Anxiety is surging. A few medical workers – including one fellow resident – have tested positive for the virus, Dennis says. Doctors wear protective gear at all times. 

“We’re introducing ourselves to each other because we can’t see who’s behind the mask,” he says.

Some colleagues, he says, are considering covering patients with garbage bags during intubations, cutting holes for their mouths, in hopes it might help stop the spread of infections.

“Everyone is worried if we’re safe,” he says.

The twins’ mother, Linda D’Urso, shares that fear. She tears up in a phone interview as she says, “I think they need a big hug right about now.”

Linda worries for their mental health, too. “They’re going to wind up with PTSD,” she says.

James, 68, knows the risks on a personal level but also understands the drive to save patients. He recalled a story from 20 years ago, when he put his uncovered face inches from a man with meningococcemia, a potentially fatal infectious disease.

“I needed vital information before he passed out,” says James, who was misted with the man’s saliva, then immediately took an antibiotic. He escaped infection.

TELLING STORIES

James, who primarily worked nights, didn’t intend to kindle his sons’ passions all those years ago, spinning stories after his shift as they prepared for school.

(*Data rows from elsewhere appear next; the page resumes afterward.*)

'use client';

import { useId, useRef, useState, type ChangeEvent } from 'react';
import { PHOTO_LIMITS, PHOTO_MESSAGES } from '@/lib/photos/limits';

export interface PickedPhoto {
  id: string;
  width: number;
  height: number;
  url: string;
  thumbUrl: string;
}

const ACCEPT = 'image/jpeg,image/png,image/webp';

/**
 * Chooses photos for a question or an answer. Each choice is uploaded at once to
 * POST /api/photos; the form that owns this picker sends the ids with the post,
 * and the server attaches them when the post is saved.
 */
export function PhotoPicker({
  onChange,
  initial = [],
  max = PHOTO_LIMITS.maxFiles,
}: {
  onChange: (ids: string[]) => void;
  initial?: PickedPhoto[];
  max?: number;
}) {
  const id = useId();
  const input = useRef<HTMLInputElement>(null);
  const [photos, setPhotos] = useState<PickedPhoto[]>(initial);
  const [error, setError] = useState<string | null>(null);
  const [busy, setBusy] = useState(false);
  const room = max - photos.length;

  function update(next: PickedPhoto[]) {
    setPhotos(next);
    onChange(next.map((p) => p.id));
  }

  async function onPick(e: ChangeEvent<HTMLInputElement>) {
    const chosen = Array.from(e.target.files ?? []);
    e.target.value = '';
    if (chosen.length === 0) return;
    setError(null);
    if (chosen.length > room)
      return setError(`You can add ${room} more photo${room === 1 ? '' : 's'} (${max} at most).`);
    const tooBig = chosen.find((f) => f.size > PHOTO_LIMITS.maxFileBytes);
    if (tooBig) return setError(PHOTO_MESSAGES.fileTooLarge(tooBig.name));
    if (chosen.reduce((sum, f) => sum + f.size, 0) > PHOTO_LIMITS.maxTotalBytes)
      return setError(PHOTO_MESSAGES.uploadTooLarge());

    const form = new FormData();
    for (const f of chosen) form.append('photos', f);
    setBusy(true);
    try {
      const res = await fetch('/api/photos', { method: 'POST', body: form });
      const json = (await res.json().catch(() => null)) as {
        photos?: PickedPhoto[];
        error?: { message?: string };
      } | null;
      if (!res.ok || !json?.photos)
        return setError(json?.error?.message ?? `The photos could not be added (${res.status}).`);
      update([...photos, ...json.photos]);
    } catch {
      setError('Clackwater could not be reached. Check your connection and try again.');
    } finally {
      setBusy(false);
    }
  }

  return (
    <div className="flex flex-col gap-2" data-testid="photo-picker">
      <label htmlFor={`${id}-input`} className="block font-sans text-sm font-semibold">
        Photos (optional)
      </label>
      <p id={`${id}-hint`} className="cw-muted text-sm">
        {PHOTO_MESSAGES.hint(max)}
      </p>
      <input
        ref={input}
        id={`${id}-input`}
        type="file"
        accept={ACCEPT}
        multiple
        disabled={busy || room <= 0}
        onChange={onPick}
        aria-describedby={`${id}-hint${error ? ` ${id}-error` : ''}`}
        className="font-sans text-sm file:mr-3 file:rounded-md file:border-0 file:bg-clay file:px-3 file:py-2 file:font-semibold file:text-limestone-50 hover:file:bg-clay-600"
      />
      {busy ? (
        <p role="status" className="cw-muted text-sm">
          Uploading…
        </p>
      ) : null}
      {error ? (
        <p id={`${id}-error`} role="alert" className="text-sm font-semibold text-clay-600 dark:text-clay-300">
          {error}
        </p>
      ) : null}
      {photos.length > 0 ? (
        <ul className="flex flex-wrap gap-3" aria-label="Photos added">
          {photos.map((p, i) => (
            <li key={p.id} className="flex flex-col items-start gap-1">
              {/* our own route serves a sized WebP already; next/image would re-encode it */}
              {/* eslint-disable-next-line @next/next/no-img-element */}
              <img
                src={p.thumbUrl}
                alt={`Photo ${i + 1} of ${photos.length}`}
                className="h-24 w-24 rounded-md border border-limestone-300 object-cover dark:border-creek-600"
              />
              <button
                type="button"
                className="cw-link text-sm"
                onClick={() => update(photos.filter((x) => x.id !== p.id))}
              >
                Remove<span className="sr-only"> photo {i + 1}</span>
              </button>
            </li>
          ))}
        </ul>
      ) : null}
    </div>
  );
}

“I’ve seen too many people follow their father’s footsteps,” he says, “when it wasn’t the right career.”

As their interest deepened, James made sure to mention the lives he couldn’t save, the frustration of incompetent colleagues. On drives home, he would see construction crews tell his boys they might consider a career in construction or another trade.

“Electricians and plumbers do pretty well,” he recalls telling them. 

But he understands why his sons chose medicine.

“For something challenging,” he says, “you can’t beat the ER.” 

Now, he enjoys the camaraderie. He likes second-guessing his boys when they tell him how they treat sick patients. He says he’s impressed with how much they learned in medical school; his sons say they’re impressed with how much he remembers.

James knows his sons are taking risks. It makes him recall a game Michael and Dennis used to play as children, climbing part-ways up the staircase and jumping off, each brother trying to leap from the greater height.

“In one way, you want to hold them back, because it’s dangerous,” he says. “But in another way you don’t, because you want them to be adventurous in life. 

“Together,” he says, “they’ve done things they wouldn’t have done alone.”